Comment: Stored Value Payment Is Worth a Second Chance

Consumers use credit and debit cards for all online transactions. Such payments, irrespective of the security debate, are not profitable for low values ("micropayments"). We have a similar problem in offline payment, where low-value transactions are discouraged.

Credit and debit card payment incurs per-transaction overhead costs related to authorization, processing, reporting, and data communications. Such fixed costs are independent of the amount of the transaction, and are normally covered by the fees collected from merchants and/or cardholders.

These fees, however, are usually proportional, calculated as a percentage of the transaction's amount. The profit realized by the banks for a card transaction is thus the difference between the proportional fee and the fixed cost. This factor makes the smaller transactions economically unattractive, while it increases larger transactions' profitability.

Stored value technology was developed to make small card transactions cost-effective. By incurring overhead costs only on infrequent "loading" operations of relatively large amounts by cardholders, and "unloading" operations of substantial amounts by merchants, a stored value system can economically handle even the smallest payments - provided that the individual micropayments are aggregated at the merchant's terminal and are not processed centrally.

With the continued cost reduction in data communications and processing, per-transaction costs have been reduced from several dimes to less than a dime. Such costs vary by operation and by the way they are calculated, and are rarely publicized. This has led many bankers to question the business case for stored value. After all, if overhead costs are falling so dramatically, why not simply rely on debit charge and forget about stored value? What is often overlooked, however, are these two critical factors: The question is not simply whether the smaller transactions are becoming profitable, but more important how profitable they are.

The following analysis and example compares the profitability of micropayments in a stored-value system - where processing costs are distributed over $25 "loads" - against the same transactions paid for with a regular debit card.

The example is based on a cost of 10 cents per transaction and a 2.5% fee collected by the bank.

For a payment of $1, the fee is 2.5 cents (2.5% of $1.00), but the regular debit transaction cost is 10 cents, yielding a loss of 7.5 cents. That is, such a payment amount is economically prohibitive. The cost of a stored-value transaction, however, is 4 cents (the relative part of the $1 transaction within the $25 "load," which bears the 10-cent cost), yielding a profit of 2.1 cents.

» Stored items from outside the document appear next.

import fc from "fast-check";
import { describe, expect, it } from "vitest";
import { addDays, adherenceByWeek, adherenceOver, eachDay, programmeToDate, type CheckInRecord, type PublishedVersion } from "@/lib/adherence";

// Invented programmes of one to three versions within the ranges the builder allows, published within 120 days
// of 1 November 2026, and check-ins scattered over the same stretch (some before the first version or after the end).
const START = "2026-11-01";
const day = (n: number) => addDays(START, n);
const TOL = 1e-9;
const close = (a: number, b: number) => Math.abs(a - b) <= TOL * Math.max(1, Math.abs(b));

const arbSchedule = fc.record({
  minutesPerSession: fc.integer({ min: 1, max: 240 }),
  sessionsPerDay: fc.integer({ min: 1, max: 6 }),
  daysPerWeek: fc.integer({ min: 1, max: 7 }),
  weeks: fc.integer({ min: 1, max: 52 }),
});
const arbVersions = fc
  .array(fc.tuple(fc.integer({ min: 0, max: 120 }), arbSchedule), { minLength: 1, maxLength: 3 })
  .map((list): PublishedVersion[] =>
    list
      .map(([offset]) => offset)
      .sort((a, b) => a - b)
      .map((offset, i) => ({ id: `ver-${i + 1}`, number: i + 1, publishedOn: day(offset), schedule: list[i]![1] })),
  );
const arbCheckIns = fc.array(
  fc.record({ sessionDate: fc.integer({ min: 0, max: 180 }).map(day), minutes: fc.integer({ min: 0, max: 240 }) }),
  { maxLength: 40 },
);
const arbRange = fc.tuple(fc.integer({ min: 0, max: 180 }), fc.integer({ min: 0, max: 60 })).map(([from, length]) => ({ from: day(from), to: day(from + length) }));

describe("laws that hold for any programme", () => {
  it("never reports negative deliveries, and never shows more than 100 %", () => {
    fc.assert(
      fc.property(arbVersions, arbCheckIns, arbRange, (versions, checkIns, range) => {
        const r = adherenceOver({ versions, checkIns }, range);
        // worked example (our own arithmetic): a count and a sum of minutes that are each 0 or more.
        expect(r.sessions.delivered).toBeGreaterThanOrEqual(0);
        expect(r.minutes.delivered).toBeGreaterThanOrEqual(0);
        expect(r.sessions.prescribed).toBeGreaterThanOrEqual(0);
        for (const m of [r.sessions, r.minutes]) if (m.cappedPercent !== null) expect(m.cappedPercent).toBeLessThanOrEqual(100);
      }),
    );
  });

  it("prescribes exactly sessionsPerDay × daysPerWeek over any 7 days under one version", () => {
    fc.assert(
      fc.property(arbSchedule, fc.integer({ min: 0, max: 200 }), (schedule, start) => {
        const version: PublishedVersion = { id: "ver-1", number: 1, publishedOn: START, schedule: { ...schedule, weeks: 52 } };
        const r = adherenceOver({ versions: [version], checkIns: [] }, { from: day(start), to: day(start + 6) });
        // worked example (our own arithmetic): 7 days × sessionsPerDay × daysPerWeek / 7, and × minutesPerSession.
        const sessions = schedule.sessionsPerDay * schedule.daysPerWeek;
        expect(close(r.sessions.prescribed, sessions)).toBe(true);
        expect(close(r.minutes.prescribed, sessions * schedule.minutesPerSession)).toBe(true);
      }),
    );
  });

  it("gives a period's totals as the sum of its days", () => {
    fc.assert(
      fc.property(arbVersions, arbCheckIns, arbRange, (versions, checkIns, range) => {
        const whole = adherenceOver({ versions, checkIns }, range);
        const parts = eachDay(range.from, range.to).map((d) => adherenceOver({ versions, checkIns }, { from: d, to: d }));
        const sum = (pick: (p: typeof whole) => number) => parts.reduce((total, p) => total + pick(p), 0);
        // worked example (our own arithmetic): prescribed and delivered are sums over days, so they add up.
        expect(close(whole.sessions.prescribed, sum((p) => p.sessions.prescribed))).toBe(true);
        expect(close(whole.minutes.prescribed, sum((p) => p.minutes.prescribed))).toBe(true);
        expect(whole.sessions.delivered).toBe(sum((p) => p.sessions.delivered));
        expect(whole.minutes.delivered).toBe(sum((p) => p.minutes.delivered));
      }),
    );
  });

  it("gives the programme to date as the sum of its calendar weeks", () => {
    fc.assert(
      fc.property(arbVersions, arbCheckIns, fc.integer({ min: 0, max: 180 }), (versions, checkIns, today) => {
        const total = programmeToDate({ versions, checkIns }, day(today));
        const weeks = adherenceByWeek({ versions, checkIns }, day(today));
        // worked example (our own arithmetic): the weeks start on or before the first version's day, which
        // prescribes nothing earlier, so their prescriptions add up to the programme's (both empty before it).
        const weekly = weeks.reduce((s, w) => s + w.minutes.prescribed, 0);
        expect(total === null ? weeks.length === 0 : close(total.minutes.prescribed, weekly)).toBe(true);
      }),
    );
  });

  it("never lowers adherence when a check-in is added", () => {
    const arbExtra: fc.Arbitrary<CheckInRecord> = fc.record({ sessionDate: fc.integer({ min: 0, max: 180 }).map(day), minutes: fc.integer({ min: 0, max: 240 }) });
    fc.assert(
      fc.property(arbVersions, arbCheckIns, arbRange, arbExtra, (versions, checkIns, range, extra) => {
        const before = adherenceOver({ versions, checkIns }, range);
        const after = adherenceOver({ versions, checkIns: [...checkIns, extra] }, range);
        // worked example (our own arithmetic): the prescription does not depend on check-ins, and the delivered
        // count and minutes can only grow, so each ratio stays or rises (and stays null with nothing prescribed).
        for (const key of ["sessions", "minutes"] as const) {
          expect(after[key].prescribed).toBe(before[key].prescribed);
          if (before[key].ratio === null) expect(after[key].ratio).toBeNull();
          else expect(after[key].ratio!).toBeGreaterThanOrEqual(before[key].ratio!);
        }
      }),
    );
  });
});
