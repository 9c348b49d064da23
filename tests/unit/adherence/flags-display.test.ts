import { describe, expect, it } from "vitest";
import { adherenceOver, isUnderHalf, percentForDisplay } from "@/lib/adherence";
import { input, logged, MON, v1, version } from "./fixtures";

// One full week, Monday 2 to Sunday 8 November.
const days = (n: number) => Array.from({ length: n }, (_, i) => `2026-11-0${2 + (i % 7)}`);
const week = (versions = [v1], checkIns = logged(30, ...days(5))) => adherenceOver(input(versions, checkIns), { from: MON, to: "2026-11-08" });

describe("under half", () => {
  // common practice (no published source): the daily rule flags adherence under half over the last 7 days.
  const twiceDaily = version(1, MON, { sessionsPerDay: 2, daysPerWeek: 7 });

  it("is not reached at exactly half", () => {
    // worked example (our own arithmetic): 2 × 7 = 14 sessions; 7 logged = 50 %, 6 logged = 42.9 %.
    expect(isUnderHalf(week([twiceDaily], logged(30, ...days(7))))).toBe(false);
    expect(isUnderHalf(week([twiceDaily], logged(30, ...days(6))))).toBe(true);
  });

  it("is reached by minutes alone when sessions run short", () => {
    // worked example (our own arithmetic): 5 sessions of 10 min: 100 % of sessions, 50/150 = 33 % of minutes.
    const result = week([v1], logged(10, ...days(5)));
    expect([isUnderHalf(result), isUnderHalf(result, "minutes"), isUnderHalf(result, "sessions")]).toEqual([true, true, false]);
  });

  it("is reached by sessions alone when the minutes are crammed into few sessions", () => {
    // worked example (our own arithmetic): 2 sessions of 90 min: 2/5 = 40 % of sessions, 180/150 = 120 % of minutes.
    const result = week([v1], logged(90, ...days(2)));
    expect([isUnderHalf(result), isUnderHalf(result, "minutes"), isUnderHalf(result, "sessions")]).toEqual([true, false, true]);
    // worked example (our own arithmetic): the raw ratio keeps 1.2; the percentage shown stops at 100.
    expect(result.minutes.ratio).toBeCloseTo(1.2, 12);
    expect(result.minutes.cappedPercent).toBe(100);
    expect(percentForDisplay(result.minutes)).toBe(100);
  });

  it("is never reached when nothing was prescribed", () => {
    // worked example (our own arithmetic): before the first version there is nothing to fall short of.
    const before = adherenceOver(input([version(1, "2026-11-09")]), { from: MON, to: "2026-11-08" });
    expect(isUnderHalf(before)).toBe(false);
    expect(percentForDisplay(before.sessions)).toBeNull();
  });
});

describe("the percentage shown", () => {
  it("is rounded down, so a figure just short of a cut-off never reads as meeting it", () => {
    // worked example (our own arithmetic): 119.4 of 150 minutes = 79.6 %: shown 79, never 80 (the 80 % cut-off is
    // from memory, unverified; the rounding rule is ours).
    const result = week([v1], [...logged(30, ...days(3)), { sessionDate: "2026-11-05", minutes: 29.4 }]);
    expect(result.minutes.cappedPercent).toBeCloseTo(79.6, 10);
    expect(percentForDisplay(result.minutes)).toBe(79);
  });

  it("does not lose a whole percent to floating-point rounding", () => {
    // worked example (our own arithmetic): 29 of 100 minutes is 29 %, although 0.29 × 100 is 28.999… in floating point.
    const hundred = version(1, MON, { minutesPerSession: 100, daysPerWeek: 7 });
    const day = adherenceOver(input([hundred], logged(29, MON)), { from: MON, to: MON });
    expect(day.minutes.cappedPercent).toBeLessThan(29);
    expect(percentForDisplay(day.minutes)).toBe(29);
  });
});
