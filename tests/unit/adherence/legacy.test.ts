import { describe, expect, it } from "vitest";
import { adherenceFor, adherenceOver, cappedPercent, isUnderHalf, lastDays, programmeAdherence, weeklyAdherence, type VersionSchedule } from "@/lib/adherence";
import { input, logged, MON, THU, v1, v2 } from "./fixtures";

// The first shape of the module, still used by the daily rules and the trends; it runs on the same computation.
const old = [v1, v2].map(({ number, publishedOn, schedule }): VersionSchedule => ({ number, publishedOn, schedule }));
const checkIns = [...logged(30, MON), ...logged(20, THU, THU)];

describe("the deprecated functions", () => {
  it("give the same figures as the new ones, also in their flat fields", () => {
    // worked example (our own arithmetic): the part-changed week, 55/7 sessions and 1250/7 minutes; 3 delivered.
    const flat = adherenceFor(MON, "2026-11-08", old, checkIns);
    expect(flat.prescribedSessions).toBeCloseTo(55 / 7, 12);
    expect(flat.prescribedMinutes).toBeCloseTo(1250 / 7, 12);
    expect([flat.deliveredSessions, flat.deliveredMinutes]).toEqual([3, 70]);
    expect(flat.sessionsRatio).toBeCloseTo(21 / 55, 12);
    expect(flat.sessions).toEqual(adherenceOver(input([v1, v2], checkIns), { from: MON, to: "2026-11-08" }).sessions);
    // worked example (our own arithmetic): 21/55 ≈ 38 % of sessions is under half.
    expect(isUnderHalf(flat)).toBe(true);
  });

  it("never end the programme, as before, even if a schedule passes `weeks` through", () => {
    // worked example (our own arithmetic): 1 week from 2 November would end on the 8th; the old shape knows no
    // weeks, so 16–22 November still prescribe v2's 10 sessions.
    const passing = old.map((v) => ({ ...v, schedule: { ...v.schedule, weeks: 1 } }));
    expect(lastDays(7, "2026-11-22", passing, []).prescribedSessions).toBe(10);
    expect(weeklyAdherence(passing, [], "2026-11-22").map((w) => w.from)).toEqual([MON, "2026-11-09", "2026-11-16"]);
    expect(programmeAdherence(passing, [], "2026-11-01")).toBeNull();
  });

  it("round the capped percentage to the nearest whole number, as before", () => {
    // worked example (our own arithmetic): 0.786 → 78.6 → 79; 1.4 → 140 → 100.
    expect([cappedPercent(0.786), cappedPercent(1.4), cappedPercent(null)]).toEqual([79, 100, null]);
  });
});
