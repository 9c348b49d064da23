import { route } from "@/lib/http/route";
import { notificationSettingsSchema, saveNotificationSettings } from "@/lib/notifications/settings";

export const PUT = route({ roles: ["admin", "therapist", "client", "carer"], body: notificationSettingsSchema }, ({ actor, data }) => saveNotificationSettings(actor, data));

This example shows improved profitability on low value transactions and an argument for revisiting the case for stored value as a payment instrument for micropayments. I think it makes a good argument for stored value - even if per-transaction costs fall below 5 cents, provided that the fees tend to fall as well.

This model shows bank card professionals who question the business case for stored value vs. debit, and those who favor fully accounted stored-value systems (such as the non-aggregated version of CEPS) arguing that "per-transaction processing costs have become so low…" that there is a strong case for giving stored value another serious review.


Mr. Townend is the president and chief executive officer of Cardis Enterprises International, a smart card technology firm in the Netherlands. Mr. Teicher is head of Cardis' research and development, which is based in Israel.